Moisture impermeability: From high-voltage lines to surface mount components (SMDs), plastic-to-metal bonds are commonly used to fix electrical contacts and protect them against external environmental (weather) conditions. Metal contacts can be made of tinned alloys, aluminum, copper or even gold plating. The area surrounding the plastic-to-metal bond is prone to attack by a wide range of chemicals. Since the metal surface is polar, and has a high affinity for fluids (such as water, grease and oil), a film of moisture often collects on metal contacts. This can lead to corrosion that reduces the adhesion of the chemical bond (except for gold). Plasma treatment provides solutions that reliably and durably prevent creep corrosion around metal contacts. The metal surface is coated with a plasma-deposited nano-scale polymer layer that levels the surface and fills gaps. The polymer coating creates optimal conditions for bonding of the plastic in injection molding and extrusion processes.
Use in LEDs
Light Emitting Diodes (LEDs) technology has developed at a very rapid pace for general-purpose lighting applications with some outstanding advantages in comparison to traditional lighting technologies as extremely long lifetimes, scalable in size, and substantially more energy efficient.
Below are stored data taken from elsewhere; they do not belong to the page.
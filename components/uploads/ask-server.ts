/** A refusal in the server's own words. Trying again would bring the same. */
export class Refused extends Error {
  override name = "Refused";
}

/** No answer, or one that may be another in a moment. */
export class NoAnswer extends Error {
  override name = "NoAnswer";
}

type Said = { error?: { message?: unknown } };

function wordsOf(body: unknown): string | null {
  const said: Said = typeof body === "object" && body !== null ? body : {};
  return typeof said.error?.message === "string" ? said.error.message : null;
}

/** Whether a status may pass by itself: too many at once, or a server in trouble. */
const mayPass = (status: number) => status === 429 || status >= 500;

/**
 * Asks the portal and reads its JSON.
 * @throws Refused with the portal's words; NoAnswer when trying again may help
 */
export async function askServer<T>(
  url: string,
  ask: {
    method?: "GET" | "POST" | "DELETE";
    body?: unknown;
    signal?: AbortSignal;
    /** Nobody pressed anything for it, so it does not keep a sign-in alive. */
    isBackground?: boolean;
  } = {},
): Promise<T> {
  const { method = "GET", body, signal, isBackground = false } = ask;
  let response: Response;
  try {
    response = await fetch(url, {
      method,
      signal,
      headers: {
        ...(body !== undefined && { "content-type": "application/json" }),
        ...(isBackground && { "x-riverline-background": "1" }),
      },
      body: body === undefined ? undefined : JSON.stringify(body),
    });
  } catch (cause) {
    signal?.throwIfAborted();
    throw new NoAnswer("There was no answer.", { cause });
  }
  const text = await response.text();
  if (response.ok) return (text === "" ? undefined : JSON.parse(text)) as T;
  if (mayPass(response.status)) throw new NoAnswer("The server could not answer.");
  let words: string | null = null;
  try {
    words = wordsOf(JSON.parse(text));
  } catch {
    // An answer from something in between, such as a gateway, is not JSON.
  }
  throw new Refused(words ?? `The server refused this (${response.status}). Nothing was changed.`);
}
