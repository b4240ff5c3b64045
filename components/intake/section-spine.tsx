"use client";

import { SpineDrawing } from "@/components/frame/spine-drawing";
import { spineGeometry } from "@/components/frame/spine-geometry";
import { PART_STATE_NAMES } from "@/components/ui/state-shape";
import type { Answers } from "@/lib/intake/answers";
import type { Problems } from "@/lib/intake/check-answers";
import { SECTIONS } from "@/lib/intake/fields";
import { sectionProgress } from "@/lib/intake/section-progress";

/** Sections of the field return as strands: how far each is, and the way to it. */
export function SectionSpine({ answers, problems }: { answers: Answers; problems: Problems }) {
  const geometry = spineGeometry(SECTIONS.length);
  const progress = SECTIONS.map((section) => sectionProgress(section, answers, problems));
  return (
    <nav
      aria-label="Sections"
      className="relative w-spine shrink-0 border-r border-rule-2 bg-surface-2 max-lg:w-spine-narrow"
    >
      <div className="sticky top-[6.5rem]" style={{ height: `${geometry.height / 16}rem` }}>
        <ul className="pt-2.5">
          {SECTIONS.map((section, i) => {
            const { answered, asked, toCorrect, state } = progress[i] ?? {
              answered: 0,
              asked: 0,
              toCorrect: 0,
              state: "untouched",
            };
            return (
              <li key={section.key}>
                <a
                  href={`#section-${section.key}`}
                  className="relative flex h-[3.25rem] flex-col justify-center pr-3 pl-[3.875rem] leading-[1.125rem] text-ink no-underline -outline-offset-2 hover:text-ink"
                >
                  <span className="whitespace-nowrap max-lg:sr-only">
                    {section.title}
                    <span className="sr-only">, {PART_STATE_NAMES[state]}</span>
                  </span>
                  <span
                    className={`text-12 max-lg:sr-only ${toCorrect > 0 ? "text-warn" : "text-ink-3"}`}
                  >
                    {toCorrect > 0 ? `${toCorrect} to correct` : `${answered} of ${asked}`}
                  </span>
                </a>
              </li>
            );
          })}
        </ul>
        <SpineDrawing
          geometry={geometry}
          states={progress.map(({ state }) => state)}
          currentIndex={-1}
        />
        <p
          className="absolute right-3 left-[3.875rem] text-12 text-ink-2 max-lg:sr-only"
          style={{ top: `${(geometry.originY - 17) / 16}rem` }}
        >
          <b className="block font-strong text-ink">Open the case</b>
          Number is given when you send it
        </p>
      </div>
    </nav>
  );
}
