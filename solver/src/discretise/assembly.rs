//! Residual and Jacobian for plain numbers, in one pass over the entries: the hot loop.
//!
//! Densities and flux carry hand-written partial derivatives; the recombination kernels carry theirs as dual numbers of
//! (n, p), so a model's author writes a value function alone. Node results are computed once and never per edge. The
//! exponentials are taken over whole slices, where vectors serve, with the bits of the plain functions.

use crate::linear::{Block, BlockTridiagonal, Triple};
use crate::math::{Dual, Num, slices};
use crate::physics::{Carriers, auger, radiative, shockley_read_hall};

use super::coefficients::{Coefficients, Entry};
use super::contact::{Carrier, sloped_surface_flux};
use super::edge::FittedEdges;
use super::side::sloped_side;

/// The linearised discrete equations at a state.
#[derive(Clone, Debug)]
pub struct System {
    /// Residual: `[nodes]`.
    pub residual: Vec<Triple>,
    /// Jacobian with respect to the node unknowns.
    pub jacobian: BlockTridiagonal,
    /// Recombination minus generation per area at each node, interfaces included: `[nodes]`.
    pub net: Vec<f64>,
    /// Its partial derivatives: `[nodes]`.
    pub net_gradient: Vec<Triple>,
    /// Electron flux (in the sense of current) through each cell: `[nodes - 1]`.
    pub electron_flux: Vec<f64>,
    /// Hole flux through each cell: `[nodes - 1]`.
    pub hole_flux: Vec<f64>,
    /// The carrier rows' diagonal and off-diagonal blocks at the two ends before the contact laws replaced them.
    pub ends: [(Block, Block); 2],
    /// Minority particle flux into each contact and its derivative with respect to the rise of the carrier's reduced
    /// energy; zeros where that carrier is pinned.
    pub surface: [(f64, f64); 2],
    scratch: Scratch,
}

/// Carriers of every entry and exponentials of every cell, kept between assemblies for their storage.
#[derive(Clone, Debug, Default)]
struct Scratch {
    electron_level: Vec<f64>,
    hole_level: Vec<f64>,
    ln_n: Vec<f64>,
    ln_p: Vec<f64>,
    n: Vec<f64>,
    p: Vec<f64>,
    /// d ln n / d eta_n.
    electron_slope: Vec<f64>,
    /// d ln p / d eta_p.
    hole_slope: Vec<f64>,
    splitting: Vec<f64>,
    /// expm1(-|splitting|).
    decay: Vec<f64>,
    electron_edges: FittedEdges,
    hole_edges: FittedEdges,
}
Despite these benefits, LEDs also pose several new challenges for the lighting industry. The mechanical design of LED sources will need to be adapted to correct for the more focused and intensive light footprint of LEDs. The LEDs diodes themselves must be effectively protected from environmental influences that can shift the color of the LED, or cause it to fail altogether. New technologies that improve the efficiency and economics of LED production are also needed. Large-format screens comprise many high-powered LEDs. These are potted in a temperature-resistant silicone compound to protect them from environmental factors. While manufacturing displays, the LEDs are mounted on printed circuit boards by the wave-soldering method, the silicone potting compound can pick up residual tin from this bath, which leads to a high reject rate. Using plasma technology has succeeded in depositing an anti-stick, ultrathin layer of glass (SiOx) on the silicone. This layer protects the LEDs during the soldering process. Both atmospheric-pressure and low-pressure plasma technology offer solutions that explicitly meet these LED manufacturing challenges:
Lead frame cleaning before the wire-bond process
Reduction of copper lead frames
Improving adhesion of potting compounds to the molding compound
Applying an anti-stick layer on silicone mouldings
In the world of electronics, plasma technology is a critical component on which the industry rests. Though, the primary use of plasmas in the electronics industry is in semiconductor chip manufacturing, however, device dimensions have consistently shrunk with time as technology has incrementally evolved. Besides finer device dimensions, another trend is to make use of stacked layers of materials for interconnection between devices: current devices make use of three levels of metals and insulators, whereas next-generation devices will use four, five, and six levels. These trends place increased demands and increased reliance on plasma processes for high-fidelity pattern transfer, low-temperature deposition, and gaseous cleaning. For example, in the fabrication of the interconnection structure, plasmas are used for deposition of dielectrics and metals, for etching contact windows and conducting patterns, and for cleaning surfaces between each of these steps. Therefore, to produce reliable, cost-effective, environmental-friendly electronic devices for special applications and needs, optimal plasma process of electronic components can play a great role.